2. The apparatus according to claim 1, further comprising:

a third light source for emitting a third light beam; and

a third cholesteric liquid crystal (CLC) layer disposed on the receiving plate, wherein the polarized reflection and property of transmittance of the third cholesteric liquid crystal (CLC) layer correspond to the third light beam.

3. The apparatus according to claim 1, wherein the first light source and the second light source are light emitting diodes (LEDs) of different colors.

4. The apparatus according to claim 2, wherein the first light source, the second light source and the third light source are light emitting diodes (LEDs) of different colors.
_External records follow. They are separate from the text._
import { useEffect, useRef, useState } from 'react';
import type { Plan } from '../../../shared/plan/plan-schema';
import type { TakeoffProduct, TakeoffSettings } from '../../../shared/takeoff/compute-takeoff';
import { runTakeoff, type TakeoffRun } from './run-takeoff';

/**
 * The live takeoff of `plan`, computed in a Web Worker: at most one request in flight, and only
 * the newest plan is sent when it comes back, so a fast drag never queues stale work. Falls back
 * to computing in place where workers are missing (tests).
 */
export function useLiveTakeoff(plan: Plan, products: TakeoffProduct[], settings?: Partial<TakeoffSettings>): TakeoffRun | null {
  const [run, setRun] = useState<TakeoffRun | null>(null);
  const worker = useRef<Worker | null>(null);
  const busy = useRef(false);
  const pending = useRef<{ plan: Plan; products: TakeoffProduct[]; settings?: Partial<TakeoffSettings> } | null>(null);
  const seq = useRef(0);

  useEffect(() => {
    if (typeof Worker === 'undefined') return;
    const w = new Worker(new URL('./takeoff.worker.ts', import.meta.url), { type: 'module' });
    worker.current = w;
    w.onmessage = (e: MessageEvent<{ id: number; run: TakeoffRun }>) => {
      busy.current = false;
      if (e.data.id === seq.current) setRun(e.data.run);
      const next = pending.current;
      pending.current = null;
      if (next) send(next);
    };
    w.onerror = () => {
      worker.current = null;
      busy.current = false;
    };
    return () => {
      w.terminate();
      worker.current = null;
      busy.current = false;
    };
    // eslint-disable-next-line react-hooks/exhaustive-deps
  }, []);

  function send(input: { plan: Plan; products: TakeoffProduct[]; settings?: Partial<TakeoffSettings> }) {
    const id = ++seq.current;
    if (!worker.current) {
      setRun(runTakeoff(input));
      return;
    }
    busy.current = true;
    worker.current.postMessage({ id, input });
  }

  useEffect(() => {
    const input = { plan, products, settings };
    if (busy.current) pending.current = input;
    else send(input);
    // eslint-disable-next-line react-hooks/exhaustive-deps
  }, [plan, products, settings]);

  return run;
}
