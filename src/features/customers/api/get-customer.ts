import { queryOptions, useQuery } from '@tanstack/react-query';
import type { Customer } from '../../../../shared/api/customers';
import { api } from '../../../lib/api-client';
import { customerKeys } from './keys';

export async function getCustomer(id: string, signal?: AbortSignal): Promise<Customer> {
  return (await api.get<{ customer: Customer }>(`/api/customers/${encodeURIComponent(id)}`, undefined, signal)).customer;
}

export const customerQueryOptions = (id: string) =>
  queryOptions({ queryKey: customerKeys.detail(id), queryFn: ({ signal }) => getCustomer(id, signal) });

export function useCustomer(id: string) {
  return useQuery(customerQueryOptions(id));
}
5. The apparatus according to claim 2, wherein the third light source is disposed in the first space.

6. The apparatus according to claim 1, wherein the first light source and the second light source are disposed in the first space.
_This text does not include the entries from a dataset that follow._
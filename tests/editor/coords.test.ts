import { describe, expect, it } from 'vitest';
import { fitCamera, screen, screenToWorld, snapAngle, snapToGrid, world, worldToScreen, zoomAt } from '../../src/editor/geometry/coords';

describe('world and screen coordinates', () => {
  const cam = { zoom: 0.1, panX: 40, panY: 25 };

  it('converts there and back', () => {
    const w = world(4200, 3600);
    const s = worldToScreen(cam, w);
    expect(s).toEqual({ x: 460, y: 385 });
    expect(screenToWorld(cam, s)).toEqual({ x: 4200, y: 3600 });
  });

  it('keeps the point under the pointer fixed while zooming', () => {
    const anchor = screen(300, 200);
    const before = screenToWorld(cam, anchor);
    const after = screenToWorld(zoomAt(cam, anchor, 2.5), anchor);
    expect(after.x).toBeCloseTo(before.x, 6);
    expect(after.y).toBeCloseTo(before.y, 6);
  });

  it('fits a plan inside the viewport with its centre in the middle', () => {
    const c = fitCamera(
      [
        [0, 0],
        [8000, 0],
        [8000, 4000],
        [0, 4000],
      ],
      1000,
      600,
      50,
    );
    expect(c.zoom).toBeCloseTo(900 / 8000, 9);
    const centre = worldToScreen(c, world(4000, 2000));
    expect(centre.x).toBeCloseTo(500, 6);
    expect(centre.y).toBeCloseTo(300, 6);
  });

  it('snaps to the grid and to 45° steps with grid-step lengths', () => {
    expect(snapToGrid(world(1049, 1951), 100)).toEqual({ x: 1000, y: 2000 });
    expect(snapAngle(world(0, 0), world(3010, 140), 45, 100)).toEqual({ x: 3000, y: 0 });
    const d = snapAngle(world(0, 0), world(1000, 1100), 45, 100);
    expect(d.x).toBeCloseTo(d.y, 3);
  });
});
7. A backlight module comprising the apparatus of claim 1, wherein the upper plate is a diffusion plate.

8. A display device comprising the backlight module of claim 7.

9. An apparatus for mixing light beams, comprising:

a reflective plate for reflecting light beams and changing the direction of the light beams;

a receiving plate disposed above the reflective plate and apart from the reflective plate by a first mixing area;

a first light source for emitting a first light beam having a first wavelength, wherein the first light beam can be split into a first polarized light and a second polarized light;

a second light source for emitting a second light beam having a second wavelength, wherein the second light beam can be split into a third polarized light and a fourth polarized light;

a first cholesteric liquid crystal (CLC) layer disposed on the receiving plate, wherein the polarized reflection and property of transmittance of the first cholesteric liquid crystal (CLC) layer correspond to the first light beam so as to transmit the first polarized light and reflect the second polarized light to the first mixing area;

a second cholesteric liquid crystal (CLC) layer disposed on the receiving plate, wherein the polarized reflection and property of transmittance of the second cholesteric liquid crystal (CLC) layer correspond to second light beam so as to transmit the third polarized light and reflect the fourth polarized light to the first mixing area; and

an upper plate disposed above the receiving plate and apart from the receiving plate by a second mixing area, wherein the first and third polarized lights that pass through the first and second cholesteric liquid crystal (CLC) layers respectively are mixed in the second mixing area;

whereby the second and fourth polarized lights that are reflected by the first and second cholesteric liquid crystal (CLC) layers, respectively are mixed in the first mixing area and then reflected by the reflective plate and then enter the second mixing area.

10. The apparatus according to claim 9, further comprising:

a third light source for emitting a third light beam having a third wavelength; and

11. The apparatus according to claim 9, wherein the first light source and the second light source are light emitting diodes (LEDs) of different colors.

12. The apparatus according to claim 10, wherein the first light source, the second light source and the third light source are light emitting diodes (LEDs) of different colors.

13. The apparatus according to claim 10, wherein the third light source is disposed in the first mixing area.

14. The apparatus according to claim 9, wherein the first light source and the second light source are disposed in the first mixing area.

15. A backlight module comprising the apparatus of claim 9, wherein the upper plate is a diffusion plate.

16. A display device comprising the backlight module of claim 15.